Sarah called and said, "I just don't know what to do with my mother."
"In what way?" I asked.
"When I tell her anything about myself, or what I'm doing, she comments on it, and makes suggestions, and every single time she misunderstands me. She assumes the worst about my motivations, my choices, everything."
I laughed before I asked my question, already knowing the answer. "Have you tried to explain to her your true motivations and reasoning? Have you tried to get her to really understand you?"
"A million times, but she–"
"Sorry, kid, I was just joking. I know you have. And how has it gone when you've tried to do that?"
"She doesn't hear a single word I say. In fact, it just makes it worse."
"So does your mother understand you?"
"No."
"Is it likely that she will in the near future?"
"I guess not."
"No, not likely at all. So what should you do with her opinions?"
"I don't know."
"Would you characterize your mother as peaceful and unconditionally loving?"
"Not at all."
"Then she is empty and afraid, so she would be utterly incapable of seeing who you really are. She could describe you only in terms of whether you gave her what she wanted, or whether she perceived that you were trying to hurt her. She wouldn't be able to see you at all. So how closely should you pay attention to what she says about you?"
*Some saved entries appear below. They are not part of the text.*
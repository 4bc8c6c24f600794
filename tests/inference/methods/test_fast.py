import json
import os

import bilby
import numpy as np
import pytest

from memory_infer.inference.methods.fast import fast_estimates, sign_partner
from memory_infer.inference.methods.nested import run_nested
from memory_infer.inference.methods.reweighting import (amplitude_curve, mean_ratio as _mean_ratio, reweighting_estimate,
                                                        sign_from_curve)
from memory_infer import MemoryTransient, waveform_generator

from helpers import event_config

DURATION, RATE, START = 4.0, 1024.0, 1e9
SOURCE = dict(mass_1=45.0, mass_2=15.0, luminosity_distance=800.0, a_1=0.0, a_2=0.0, tilt_1=0.0, tilt_2=0.0,
              phi_12=0.0, phi_jl=0.0, theta_jn=1.3, phase=0.7, ra=1.1, dec=0.3, psi=0.4, geocent_time=START + 2.0)


def zero_noise_likelihood(mode_list=None):
    arguments = dict(waveform_approximant="IMRPhenomTHM", minimum_frequency=20.0, reference_frequency=20.0)
    if mode_list:
        arguments["mode_list"] = mode_list
    generator = waveform_generator(DURATION, RATE, START, arguments)
    detectors = bilby.gw.detector.InterferometerList(["CE"])
    detectors[0].minimum_frequency = 20.0
    detectors.set_strain_data_from_zero_noise(RATE, DURATION, START)
    detectors.inject_signal(waveform_generator=generator, parameters=dict(SOURCE, memory_amplitude=1.0))
    return MemoryTransient(detectors, generator)


def test_quadrupole_only_signal_cannot_tell_the_sign():
    # SPEC section 6: with only (2, +-2) modes, phase + pi/2 and psi + pi/2 keep the oscillatory
    # strain and flip the memory, so the sign Bayes factor vanishes
    likelihood = zero_noise_likelihood([(2, 2), (2, -2)])
    here, there = likelihood.inner_products(SOURCE), likelihood.inner_products(sign_partner(SOURCE))
    assert abs(here.osc_osc - there.osc_osc) < 1e-9 * here.osc_osc
    assert abs(here.d_osc - there.d_osc) < 1e-9 * abs(here.d_osc)
    assert abs(here.d_mem + there.d_mem) < 1e-9 * abs(here.d_mem)
    estimates, snr = fast_estimates(likelihood, SOURCE)
    two_plus, two_minus = [e.ln_bf for e in estimates if e.method.startswith("two-point")]
    assert snr > 0.5
    assert abs(two_plus - two_minus) < 1e-9


def test_higher_modes_resolve_the_sign():
    # an unequal-mass (q = 3), inclined, loud source with higher modes: the partner point no longer
    # fits the oscillatory signal, so the two-point sign Bayes factor is large
    likelihood = zero_noise_likelihood()
    estimates, snr = fast_estimates(likelihood, SOURCE)
    two_plus, two_minus = [e.ln_bf for e in estimates if e.method.startswith("two-point")]
    assert two_plus - two_minus > 4.0  # zero noise: 2 rho^2 when the partner does not fit
    assert two_plus == pytest.approx(snr ** 2 / 2, rel=1e-6)  # zero noise: rho^2 / 2 (Finn 1992, mean value)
"Probably shouldn't, but I struggle with wanting to keep an open mind about what she says. She might be right about something I'm doing that's wrong. But I don't want to feel bad about myself because of what she says either."
"Well stated. Always be willing to examine what people say for any element of truth—no matter how distorted their opinions—but don't let them tell you who you are if they speak from a place that is less than loving."
Even selfish, angry people may have observations about our behaviors that we cannot see. We must be willing to listen, but not to accept what they say without examination from a perspective of Real Love.